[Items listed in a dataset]
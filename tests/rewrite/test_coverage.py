"""Coverage: every model in the zoo (transformers classes from tiny configs with random weights, plain torch models)
still runs after ``compress(budget=0.5)``, reproduces its outputs when factored at full rank, merges back to its
original classes and keys, and has every weight matrix either as a site or skipped with a reason.

Outside references: transformers' own model classes (built from tiny configs) and torch.nn layers. Full-rank
factors reproduce the weight exactly up to rounding (the SVD is exact at full rank, Eckart & Young 1936), so the
outputs must agree within float32 rounding (1e-4, the target of issue 13).

``python tests/rewrite/test_coverage.py`` prints the table kept in docs/coverage.md.
"""

from __future__ import annotations

import sys
from pathlib import Path

import pytest
import torch

sys.path.insert(0, str(Path(__file__).parent))

from zoo import TRANSFORMERS, ZOO, build

import factorize
from factorize.model.feed import feed, primary_output
from factorize.model.sites import get_module, walk
from factorize.plan.ranks import PLAN_FORMAT
from factorize.rewrite.verify import check_runs

TOL = 1e-4


def full_rank_plan(model) -> dict:
    """Every untied site factored at its full rank (tied sites stay dense: factoring one owner unties them)."""
    sites = {s.name: {"kind": s.kind, "shape": list(s.shape), "rank": s.max_rank, "action": "factor"}
             for s in walk(model) if not s.tied_with}
    return {"format": PLAN_FORMAT, "version": 1, "sites": sites}


def uncovered_weights(model) -> list[str]:
    """Parameters with 2+ dimensions that are neither a site's weight nor held by a skipped layer or entry."""
    found = walk(model)
    covered = {s.name for s in found} | {s.name for s in found.skipped}
    out = []
    for name, p in model.named_parameters():
        owner = name.rpartition(".")[0]
        if p.dim() >= 2 and name not in covered and owner not in covered:
            out.append(name)
    return out


def _out(model, batch) -> torch.Tensor:
    with torch.no_grad():
        return primary_output(feed(model, batch)).float()


def measure(name: str) -> dict:
    """One row of the coverage table."""
    model, batch = build(name)
    row = {"model": name, "sites": len(walk(model)), "skipped": len(walk(model).skipped)}
    ref = _out(model, batch)
    compressed = factorize.compress(model, budget=0.5)
    err = check_runs(compressed.model, batch)
    row["runs"] = err is None
    row["run_error"] = None if err is None else f"{type(err).__name__}: {err}"[:200]
    row["kept"] = round(compressed.kept_fraction, 3)
    full = factorize.apply_plan(model, full_rank_plan(model))
    row["full_rank_max_error"] = float((_out(full, batch) - ref).abs().max())
    merged = factorize.merge(full)
    row["merge_class"] = all(type(get_module(merged, n)) is type(get_module(model, n))
                             for n in full_rank_plan(model)["sites"])
    row["merge_keys"] = list(merged.state_dict()) == list(model.state_dict())
    row["merge_max_error"] = float((_out(merged, batch) - ref).abs().max())
    row["uncovered"] = uncovered_weights(model)
    row["save_load_exact"] = _save_load_exact(name, compressed, batch)
    return row


def _save_load_exact(name: str, compressed, batch) -> bool:
    """factorize.save, then factorize.load into a fresh instance of the same architecture: outputs equal."""
    import tempfile

    with tempfile.TemporaryDirectory() as tmp:
        path = factorize.save(compressed.model, Path(tmp) / "m.safetensors", plan=compressed.plan)
        fresh = factorize.load(build(name)[0], path)
    return bool(torch.equal(_out(fresh, batch), _out(compressed.model, batch)))


FAST = [n for n, (_, _, fast) in ZOO.items() if fast]
SLOW = [n for n in ZOO if n not in FAST]


def _check(name: str) -> None:
    if name in TRANSFORMERS:
        pytest.importorskip("transformers")
    row = measure(name)
    assert row["runs"], row["run_error"]
    assert row["full_rank_max_error"] < TOL, row
    assert row["merge_class"] and row["merge_keys"], row
    assert row["merge_max_error"] < TOL, row
    assert row["uncovered"] == [], row
    assert row["save_load_exact"], row


@pytest.mark.parametrize("name", FAST)
def test_model_runs_reproduces_and_merges(name):
    _check(name)


@pytest.mark.slow
@pytest.mark.parametrize("name", SLOW)
def test_model_runs_reproduces_and_merges_slow(name):
    _check(name)


def table() -> str:
    lines = ["| model | sites | skipped | runs after compress(budget=0.5) | kept | full-rank max error | "
             "merge restores classes and keys | every weight matrix covered | save/load exact |",
             "| --- | ---: | ---: | --- | ---: | ---: | --- | --- | --- |"]
    for name in ZOO:
        r = measure(name)
        lines.append(f"| {name} | {r['sites']} | {r['skipped']} | {'yes' if r['runs'] else 'NO: ' + r['run_error']} | "
                     f"{r['kept']} | {r['full_rank_max_error']:.1e} | "
                     f"{'yes' if r['merge_class'] and r['merge_keys'] else 'NO'} | "
                     f"{'yes' if not r['uncovered'] else 'NO: ' + ', '.join(r['uncovered'])} | "
                     f"{'yes' if r['save_load_exact'] else 'NO'} |")
    return "\n".join(lines)


if __name__ == "__main__":
    torch.set_num_threads(1)
    # run as a script, this prints the coverage table for the docs
    print(f"torch {torch.__version__}, transformers {__import__('transformers').__version__}, 1 thread\n")  # noqa: T201
    print(table())  # noqa: T201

-- WHAT YOU WILL DO --
Set down again, word for word, the stretch of records from the line with "def full_rank_plan(model) ->" to the line with "full = factorize.apply_plan(model, full_rank_plan(model))", both of those lines included.

-- OUTPUT OF THE TASK --
def full_rank_plan(model) -> dict:
    """Every untied site factored at its full rank (tied sites stay dense: factoring one owner unties them)."""
    sites = {s.name: {"kind": s.kind, "shape": list(s.shape), "rank": s.max_rank, "action": "factor"}
             for s in walk(model) if not s.tied_with}
    return {"format": PLAN_FORMAT, "version": 1, "sites": sites}


def uncovered_weights(model) -> list[str]:
    """Parameters with 2+ dimensions that are neither a site's weight nor held by a skipped layer or entry."""
    found = walk(model)
    covered = {s.name for s in found} | {s.name for s in found.skipped}
    out = []
    for name, p in model.named_parameters():
        owner = name.rpartition(".")[0]
        if p.dim() >= 2 and name not in covered and owner not in covered:
            out.append(name)
    return out


def _out(model, batch) -> torch.Tensor:
    with torch.no_grad():
        return primary_output(feed(model, batch)).float()


def measure(name: str) -> dict:
    """One row of the coverage table."""
    model, batch = build(name)
    row = {"model": name, "sites": len(walk(model)), "skipped": len(walk(model).skipped)}
    ref = _out(model, batch)
    compressed = factorize.compress(model, budget=0.5)
    err = check_runs(compressed.model, batch)
    row["runs"] = err is None
    row["run_error"] = None if err is None else f"{type(err).__name__}: {err}"[:200]
    row["kept"] = round(compressed.kept_fraction, 3)
    full = factorize.apply_plan(model, full_rank_plan(model))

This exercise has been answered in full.